We waited until Adrian was three to have his condition confirmed by a diagnostic fluorescence test on his chromosomes. I had well and truly landed in “Holland.” He didn’t walk until he was nearly four and started school with single-syllable sounds, although you wouldn’t guess that now, for he is quite talkative. He is 15, and if you met him you would quickly know him and experience the love and affection that he radiates. And he is an effective evangelist! When he was seven, a teacher’s aide sent home the following note:
“Today I came to school with a broken toe and couldn’t wear my shoes in class. Adrian was very concerned and said to me, after giving me a big hug, “Please God, give Rose toe big kiss, make better, Amen.” I was so touched I thought I would share it with you. Nobody has ever said a prayer for me.”
One characteristic of “William’s people” is that they are mind-readers. Certainly they are empathetic. One of the members of the church I go to told me how one day she was feeling quite depressed. As soon as Adrian walked in the door he went up to her and gave her a big hug. When my husband invites friends and science colleagues home for dinner, Adrian often makes a point of thanking God for the meal and visitors, and usually gets everyone holding hands, generally to the wry amusement of non-Christian guests.
Adrian’s best friend at high school, where he is mainstreamed, is a Down’s boy called Eddie. Eddie has quite severe speech difficulties, but Eddie and Adrian complement each other in their respective strengths and deficiencies. They also stick up for each other. They both attend swimming lessons after school with other special-needs friends. We mothers sit on the sidelines and watch, talk, and network.
My husband says Adrian taught him something important about God. Just as Adrian, a special-needs child, evokes our compassionate response, so do people with special spiritual needs, who are trapped in their self-destructive life styles. God understands their condition and how it came about. He loves all people, but the ones he finds particularly irresistible are those who admit they are “special needs” people and want his help.

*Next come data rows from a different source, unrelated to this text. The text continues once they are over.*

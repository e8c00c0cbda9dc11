//! Grades and settled grades, as history rows with content uids.

use std::collections::{HashMap, HashSet};

use rusqlite::{Transaction, params};

use super::{
    Fields, FileProgress, FileReport, GRADES, PairRefs, Source, content_uid, input_error, parse,
    report,
};
use crate::study::csv_input::ProblemLog;
use crate::study::row_rules::{self, EventText};
use crate::study::{Result, schema, time};

pub(super) fn import_grades(
    tx: &Transaction,
    src: &Source,
    progress: &mut FileProgress,
) -> Result<FileReport> {
    let table = parse(src, &GRADES)?;
    progress.total(table.rows.len() as u64);
    let refs = PairRefs::load(tx)?;
    // A reviewer is a person or a machine for good: the study's word, else the file's
    // first row for them.
    let mut kinds: HashMap<String, (&'static str, u64)> = HashMap::new();
    {
        let mut stmt = tx.prepare("SELECT reviewer, kind FROM reviewers")?;
        for row in stmt.query_map([], |r| Ok((r.get::<_, String>(0)?, r.get::<_, String>(1)?)))? {
            let (reviewer, kind) = row?;
            kinds.insert(
                reviewer,
                (
                    if kind == "machine" {
                        "machine"
                    } else {
                        "person"
                    },
                    0,
                ),
            );
        }
    }
    let mut log = ProblemLog::default();
    let mut grades = Vec::new();
    for row in &table.rows {
        let f = Fields { table: &table, row };
        // Names are kept exactly as written (not trimmed), so export → import is exact.
        let (Some(reviewer), Some(context), Some(item), Some(scale)) = (
            f.required_exact("reviewer", &mut log),
            f.required("context_id", &mut log),
            f.required("item_id", &mut log),
            f.required("scale", &mut log),
        ) else {
            continue;
        };
        let Some(levels) = refs.check(&f, context, item, scale, &mut log) else {
            continue;
        };
        let value_text = f.text("value").trim();
        let value = if value_text.is_empty() {
            None
        } else {
            match value_text.parse::<u8>() {
                Ok(v) if i64::from(v) < levels => Some(v),
                _ => {
                    log.push(f.problem(
                        "value",
                        format!("value must be a level of scale \"{scale}\" (0 to {}), got \"{value_text}\"", levels - 1),
                    ));
                    continue;
                }
            }
        };
        let Some(seconds) = f.optional_f64("seconds", &mut log) else {
            continue;
        };
        if seconds.is_some_and(|s| s < 0.0) {
            log.push(f.problem("seconds", "seconds must not be negative"));
            continue;
        }
        let at_text = f.text("graded_at").trim();
        let graded_at = if at_text.is_empty() {
            time::format_millis(0)
        } else {
            match time::normalise_checked(at_text) {
                Ok(t) => t,
                Err(why) => {
                    log.push(f.problem(
                        "graded_at",
                        format!("graded_at must be an RFC 3339 time such as 2026-11-16T09:14:03Z, got \"{at_text}\": {why}"),
                    ));
                    continue;
                }
            }
        };
        let settled_by = f.text("settled_by").trim();
        let text = EventText {
            who: if settled_by.is_empty() {
                reviewer
            } else {
                settled_by
            },
            who_column: if settled_by.is_empty() {
                "reviewer"
            } else {
                "settled_by"
            },
            context,
            item,
            scale,
            reason: f.text("reason"),
            note: f.text("note"),
            at: &graded_at,
        };
        let found = row_rules::event_problems(&text);
        if !found.is_empty() {
            for (field, problem) in found {
                log.push(f.problem(field, format!("{field} {problem}")));
            }
            continue;
        }
        let kind = match f.text("kind").trim() {
            "" | "person" => "person",
            "machine" => "machine",
            other => {
                log.push(f.problem(
                    "kind",
                    format!("kind must be person or machine, got \"{other}\""),
                ));
                continue;
            }
        };
        if settled_by.is_empty() {
            match kinds.get(reviewer) {
                Some((known, line)) if *known != kind => {
                    let whose = match *line {
                        0 => "in this study".to_string(),
                        n => format!("on line {n}"),
                    };
                    log.push(f.problem(
                        "kind",
                        format!("reviewer \"{reviewer}\" is a {known} {whose}; a reviewer's kind cannot change"),
                    ));
                    continue;
                }
                Some(_) => {}
                None => {
                    kinds.insert(reviewer.to_string(), (kind, row.line));
                }
            }
        }
        grades.push(ImportedGrade {
            reviewer,
            context,
            item,
            scale,
            value,
            reason: f.text("reason"),
            seconds,
            graded_at,
            note: f.text("note"),
            settled_by,
            kind,
        });
        if log.is_full() {
            break;
        }
    }
    log.into_result().map_err(input_error)?;
    let mut report = report(src, "grades");
    let mut add_reviewer =
        tx.prepare("INSERT OR IGNORE INTO reviewers(reviewer, kind) VALUES (?1, ?2)")?;
    let mut insert = tx.prepare(
        "INSERT OR IGNORE INTO grade_events(uid, reviewer, context_id, item_id, scale, action, value, reason, seconds, graded_at, note)
         VALUES (?1, ?2, ?3, ?4, ?5, ?6, ?7, ?8, ?9, ?10, ?11)",
    )?;
    let mut settle = tx.prepare(
        "INSERT OR IGNORE INTO settle_events(uid, context_id, item_id, scale, value, method, settled_by, settled_at, reason)
         VALUES (?1, ?2, ?3, ?4, ?5, 'imported', ?6, ?7, ?8)",
    )?;
    let mut known_uid = tx.prepare("SELECT EXISTS (SELECT 1 FROM grade_events WHERE uid = ?1)")?;
    let mut known_settlement = tx.prepare(
        "SELECT EXISTS (SELECT 1 FROM settle_events
         WHERE scale = ?1 AND context_id = ?2 AND item_id = ?3 AND settled_at = ?4
           AND value IS ?5 AND settled_by = ?6 AND reason = ?7)",
    )?;
    let mut known_reviewers: HashSet<&str> = HashSet::new();
    // The keep-current trigger would seek and rewrite `current_grades` once per row;
    // for this transaction it stands aside and one set-based pass follows the inserts.
    let events_before: i64 =
        tx.query_row("SELECT COALESCE(MAX(id), 0) FROM grade_events", [], |r| {
            r.get(0)
        })?;
    tx.execute(
        "INSERT OR REPLACE INTO settings(key, value) VALUES (?1, '1')",
        [schema::BULK_GRADES_KEY],
    )?;
    for g in &grades {
        progress.rows(report.added + report.unchanged);
        let value_text = g.value.map(|v| v.to_string()).unwrap_or_default();
        let seconds_text = g.seconds.map(|s| s.to_string()).unwrap_or_default();
        let parts = [
            g.reviewer,
            g.context,
            g.item,
            g.scale,
            &value_text,
            g.reason,
            &seconds_text,
            &g.graded_at,
            g.note,
        ];
        let uid = content_uid(&parts);
        let action = if g.value.is_some() {
            "grade"
        } else {
            "cant_judge"
        };
        // A settlement is a row with `settled_by` (whatever its reviewer column says);
        // the same settlement already in the study, however it got there, is unchanged.
        let is_settlement = !g.settled_by.is_empty();
        let already = if is_settlement {
            known_settlement.query_row(
                params![
                    g.scale,
                    g.context,
                    g.item,
                    g.graded_at,
                    g.value,
                    g.settled_by,
                    g.reason
                ],
                |r| r.get::<_, bool>(0),
            )?
        } else {
            // Grades given at the desk before this build carry the action in their uid.
            let mut with_action = parts.to_vec();
            with_action.push(action);
            known_uid.query_row([content_uid(&with_action)], |r| r.get::<_, bool>(0))?
        };
        if already {
            report.unchanged += 1;
            continue;
        }
        let changed = if is_settlement {
            settle.execute(params![
                uid,
                g.context,
                g.item,
                g.scale,
                g.value,
                g.settled_by,
                g.graded_at,
                g.reason
            ])?
        } else {
            if known_reviewers.insert(g.reviewer) {
                add_reviewer.execute([g.reviewer, g.kind])?;
            }
            insert.execute(params![
                uid,
                g.reviewer,
                g.context,
                g.item,
                g.scale,
                action,
                g.value,
                g.reason,
                g.seconds,
                g.graded_at,
                g.note
            ])?
        };
        if changed == 0 {
            report.unchanged += 1;
        } else {
            report.added += 1;
        }
    }
    tx.execute(
        "DELETE FROM settings WHERE key = ?1",
        [schema::BULK_GRADES_KEY],
    )?;
    schema::refresh_current_grades(tx, events_before)?;
    Ok(report)
}

/// One checked row, its texts borrowed from the parsed file (a large import holds
/// every row at once, so owned copies would double its memory).
struct ImportedGrade<'a> {
    reviewer: &'a str,
    context: &'a str,
    item: &'a str,
    scale: &'a str,
    value: Option<u8>,
    reason: &'a str,
    seconds: Option<f64>,
    graded_at: String,
    note: &'a str,
    settled_by: &'a str,
    /// `person` or `machine`.
    kind: &'static str,
}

In a sense, this world is an incubator for the children of God, a kind of spiritual neonatal unit in which God sees helpless individuals fighting to survive. His heart is captured by our vulnerability. God is not put off by the spiritually retarded human condition. Rather, he is drawn to it so as to alleviate it.
I have been in “Holland” for 15 years. It has become home. Here I have met others whose plans changed like mine and who could share my experience. We supported one another and some have become good friends. Sometimes I wonder what it would have been like if I had landed in Italy as planned. Would life have been easier? Would it have been rewarding? Would I have learned some of the important lessons I hold today? The journey has indeed been challenging, and at times I would (and sometimes still do) protest in frustration and concern. But what is more important is what you make of your journey. Someone wisely said: The will of God will never take you where the grace of God will not protect you.
Brenda Gordon lives in Wellington, New Zealand.